Required work >> Among the entries below, count the lines that contain the word "return". Respond with the count only.

[Dataset entries]
* * * * * * *
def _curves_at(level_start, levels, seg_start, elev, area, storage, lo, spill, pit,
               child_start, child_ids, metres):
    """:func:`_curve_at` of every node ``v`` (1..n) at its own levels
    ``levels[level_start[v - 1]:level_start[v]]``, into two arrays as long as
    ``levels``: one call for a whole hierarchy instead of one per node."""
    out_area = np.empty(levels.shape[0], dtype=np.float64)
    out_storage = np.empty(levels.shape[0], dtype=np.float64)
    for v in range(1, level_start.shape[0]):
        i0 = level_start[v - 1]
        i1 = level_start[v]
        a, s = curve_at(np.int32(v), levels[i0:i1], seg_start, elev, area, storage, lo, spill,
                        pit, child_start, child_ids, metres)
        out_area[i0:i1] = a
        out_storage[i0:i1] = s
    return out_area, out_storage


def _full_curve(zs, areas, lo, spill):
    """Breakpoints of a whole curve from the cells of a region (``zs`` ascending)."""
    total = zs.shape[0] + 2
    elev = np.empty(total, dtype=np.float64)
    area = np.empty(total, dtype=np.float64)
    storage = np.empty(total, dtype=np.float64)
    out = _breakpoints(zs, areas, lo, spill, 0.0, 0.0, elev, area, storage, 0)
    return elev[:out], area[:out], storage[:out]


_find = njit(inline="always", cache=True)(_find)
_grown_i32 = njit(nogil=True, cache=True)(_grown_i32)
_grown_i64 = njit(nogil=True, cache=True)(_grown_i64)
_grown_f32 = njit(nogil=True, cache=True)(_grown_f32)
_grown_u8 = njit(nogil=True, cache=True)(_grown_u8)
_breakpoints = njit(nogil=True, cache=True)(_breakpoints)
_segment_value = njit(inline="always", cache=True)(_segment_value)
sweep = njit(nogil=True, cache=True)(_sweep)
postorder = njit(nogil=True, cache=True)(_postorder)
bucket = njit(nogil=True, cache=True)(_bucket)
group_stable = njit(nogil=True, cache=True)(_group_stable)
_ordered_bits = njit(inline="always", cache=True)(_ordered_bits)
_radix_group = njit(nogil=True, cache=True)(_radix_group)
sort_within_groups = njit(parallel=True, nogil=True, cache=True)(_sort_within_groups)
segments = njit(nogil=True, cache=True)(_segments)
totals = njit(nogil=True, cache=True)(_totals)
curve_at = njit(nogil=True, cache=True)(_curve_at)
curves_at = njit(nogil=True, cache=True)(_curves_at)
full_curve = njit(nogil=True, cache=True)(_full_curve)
* * * * * * *
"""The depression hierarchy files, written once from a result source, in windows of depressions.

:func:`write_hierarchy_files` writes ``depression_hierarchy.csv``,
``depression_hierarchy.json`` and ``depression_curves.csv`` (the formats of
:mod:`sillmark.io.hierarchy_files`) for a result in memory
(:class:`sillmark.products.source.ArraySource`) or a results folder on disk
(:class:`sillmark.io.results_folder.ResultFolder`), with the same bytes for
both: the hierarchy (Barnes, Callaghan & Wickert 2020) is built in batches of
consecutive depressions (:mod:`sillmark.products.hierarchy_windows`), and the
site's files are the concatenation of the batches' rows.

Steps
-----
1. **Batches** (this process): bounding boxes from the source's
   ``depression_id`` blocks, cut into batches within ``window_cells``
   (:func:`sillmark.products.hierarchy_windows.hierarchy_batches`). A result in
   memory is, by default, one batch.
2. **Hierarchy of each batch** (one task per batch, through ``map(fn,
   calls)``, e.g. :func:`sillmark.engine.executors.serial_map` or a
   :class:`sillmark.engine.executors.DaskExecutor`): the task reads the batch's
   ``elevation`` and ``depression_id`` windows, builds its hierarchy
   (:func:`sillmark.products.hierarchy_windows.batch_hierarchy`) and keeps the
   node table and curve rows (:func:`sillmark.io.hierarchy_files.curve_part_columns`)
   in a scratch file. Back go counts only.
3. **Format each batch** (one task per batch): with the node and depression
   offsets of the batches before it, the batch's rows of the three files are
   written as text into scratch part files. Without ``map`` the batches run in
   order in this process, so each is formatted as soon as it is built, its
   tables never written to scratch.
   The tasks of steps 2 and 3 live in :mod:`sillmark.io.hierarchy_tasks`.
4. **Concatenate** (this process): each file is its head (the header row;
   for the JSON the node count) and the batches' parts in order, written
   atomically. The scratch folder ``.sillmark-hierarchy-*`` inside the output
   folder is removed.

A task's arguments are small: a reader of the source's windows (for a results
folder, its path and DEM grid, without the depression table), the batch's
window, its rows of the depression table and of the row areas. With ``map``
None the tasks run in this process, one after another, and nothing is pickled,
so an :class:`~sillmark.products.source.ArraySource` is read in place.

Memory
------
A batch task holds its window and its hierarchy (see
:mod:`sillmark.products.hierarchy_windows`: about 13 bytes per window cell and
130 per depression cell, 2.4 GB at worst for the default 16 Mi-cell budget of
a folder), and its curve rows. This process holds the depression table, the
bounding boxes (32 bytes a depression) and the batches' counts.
* * * * * * *
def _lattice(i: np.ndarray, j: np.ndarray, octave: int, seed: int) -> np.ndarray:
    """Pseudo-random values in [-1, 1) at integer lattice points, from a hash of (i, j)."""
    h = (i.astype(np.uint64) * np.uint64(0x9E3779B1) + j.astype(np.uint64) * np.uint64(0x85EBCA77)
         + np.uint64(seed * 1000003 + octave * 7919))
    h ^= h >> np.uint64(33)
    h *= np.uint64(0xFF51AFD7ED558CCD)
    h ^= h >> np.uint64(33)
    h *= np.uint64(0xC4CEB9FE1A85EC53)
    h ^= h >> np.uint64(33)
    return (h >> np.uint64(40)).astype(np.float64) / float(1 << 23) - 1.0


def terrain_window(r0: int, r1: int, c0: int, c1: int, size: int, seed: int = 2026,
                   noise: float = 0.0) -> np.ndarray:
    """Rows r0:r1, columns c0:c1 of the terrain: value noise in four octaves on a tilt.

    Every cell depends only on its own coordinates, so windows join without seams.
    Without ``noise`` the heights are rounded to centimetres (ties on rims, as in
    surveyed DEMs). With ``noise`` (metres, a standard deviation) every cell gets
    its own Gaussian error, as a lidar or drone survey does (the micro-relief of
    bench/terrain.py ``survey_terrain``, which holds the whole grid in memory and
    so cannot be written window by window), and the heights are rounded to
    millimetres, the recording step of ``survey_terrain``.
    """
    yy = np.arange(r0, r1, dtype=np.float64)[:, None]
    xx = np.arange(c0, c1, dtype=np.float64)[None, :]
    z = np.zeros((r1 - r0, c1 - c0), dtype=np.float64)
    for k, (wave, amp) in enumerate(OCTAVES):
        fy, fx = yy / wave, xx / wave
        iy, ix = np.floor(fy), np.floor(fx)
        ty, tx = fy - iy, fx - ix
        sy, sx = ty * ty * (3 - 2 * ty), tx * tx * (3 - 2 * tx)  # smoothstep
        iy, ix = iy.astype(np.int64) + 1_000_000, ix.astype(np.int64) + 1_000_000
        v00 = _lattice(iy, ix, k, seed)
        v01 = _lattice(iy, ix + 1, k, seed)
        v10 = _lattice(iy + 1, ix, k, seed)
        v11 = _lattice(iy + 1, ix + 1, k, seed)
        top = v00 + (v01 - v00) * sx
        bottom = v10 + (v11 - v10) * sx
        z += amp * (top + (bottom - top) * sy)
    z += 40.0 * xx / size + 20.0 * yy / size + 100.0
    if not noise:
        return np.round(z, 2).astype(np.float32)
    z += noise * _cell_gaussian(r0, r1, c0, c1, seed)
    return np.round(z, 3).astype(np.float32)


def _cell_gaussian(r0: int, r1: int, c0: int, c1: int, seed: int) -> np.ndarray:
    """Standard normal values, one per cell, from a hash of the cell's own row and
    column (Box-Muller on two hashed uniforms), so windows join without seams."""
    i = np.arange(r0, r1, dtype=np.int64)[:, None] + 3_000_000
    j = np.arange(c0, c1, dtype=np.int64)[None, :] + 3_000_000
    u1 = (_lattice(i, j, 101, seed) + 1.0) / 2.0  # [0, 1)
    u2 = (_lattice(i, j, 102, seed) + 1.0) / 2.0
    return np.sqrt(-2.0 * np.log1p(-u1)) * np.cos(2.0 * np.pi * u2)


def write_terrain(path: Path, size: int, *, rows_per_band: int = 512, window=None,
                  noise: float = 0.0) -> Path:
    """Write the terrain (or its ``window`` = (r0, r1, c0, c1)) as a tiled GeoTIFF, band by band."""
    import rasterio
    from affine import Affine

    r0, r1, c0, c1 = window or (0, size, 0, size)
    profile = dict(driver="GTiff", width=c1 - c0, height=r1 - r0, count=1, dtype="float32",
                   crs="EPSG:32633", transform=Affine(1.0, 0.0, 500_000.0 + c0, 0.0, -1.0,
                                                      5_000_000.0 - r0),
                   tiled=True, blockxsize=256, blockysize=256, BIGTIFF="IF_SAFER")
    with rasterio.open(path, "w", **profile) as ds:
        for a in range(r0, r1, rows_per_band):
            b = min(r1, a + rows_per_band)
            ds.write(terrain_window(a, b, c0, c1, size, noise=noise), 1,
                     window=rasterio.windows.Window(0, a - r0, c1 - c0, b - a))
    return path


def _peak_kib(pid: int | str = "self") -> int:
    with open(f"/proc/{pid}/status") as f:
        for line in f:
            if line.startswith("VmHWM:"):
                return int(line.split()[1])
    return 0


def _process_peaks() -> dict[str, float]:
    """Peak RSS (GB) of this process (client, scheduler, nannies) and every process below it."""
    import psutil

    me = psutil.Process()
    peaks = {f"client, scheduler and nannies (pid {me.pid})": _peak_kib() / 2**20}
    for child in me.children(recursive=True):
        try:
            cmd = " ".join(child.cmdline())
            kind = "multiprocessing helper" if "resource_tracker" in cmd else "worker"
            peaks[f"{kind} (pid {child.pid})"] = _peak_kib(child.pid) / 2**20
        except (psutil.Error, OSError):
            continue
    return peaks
* * * * * * *
Result of the task >> 10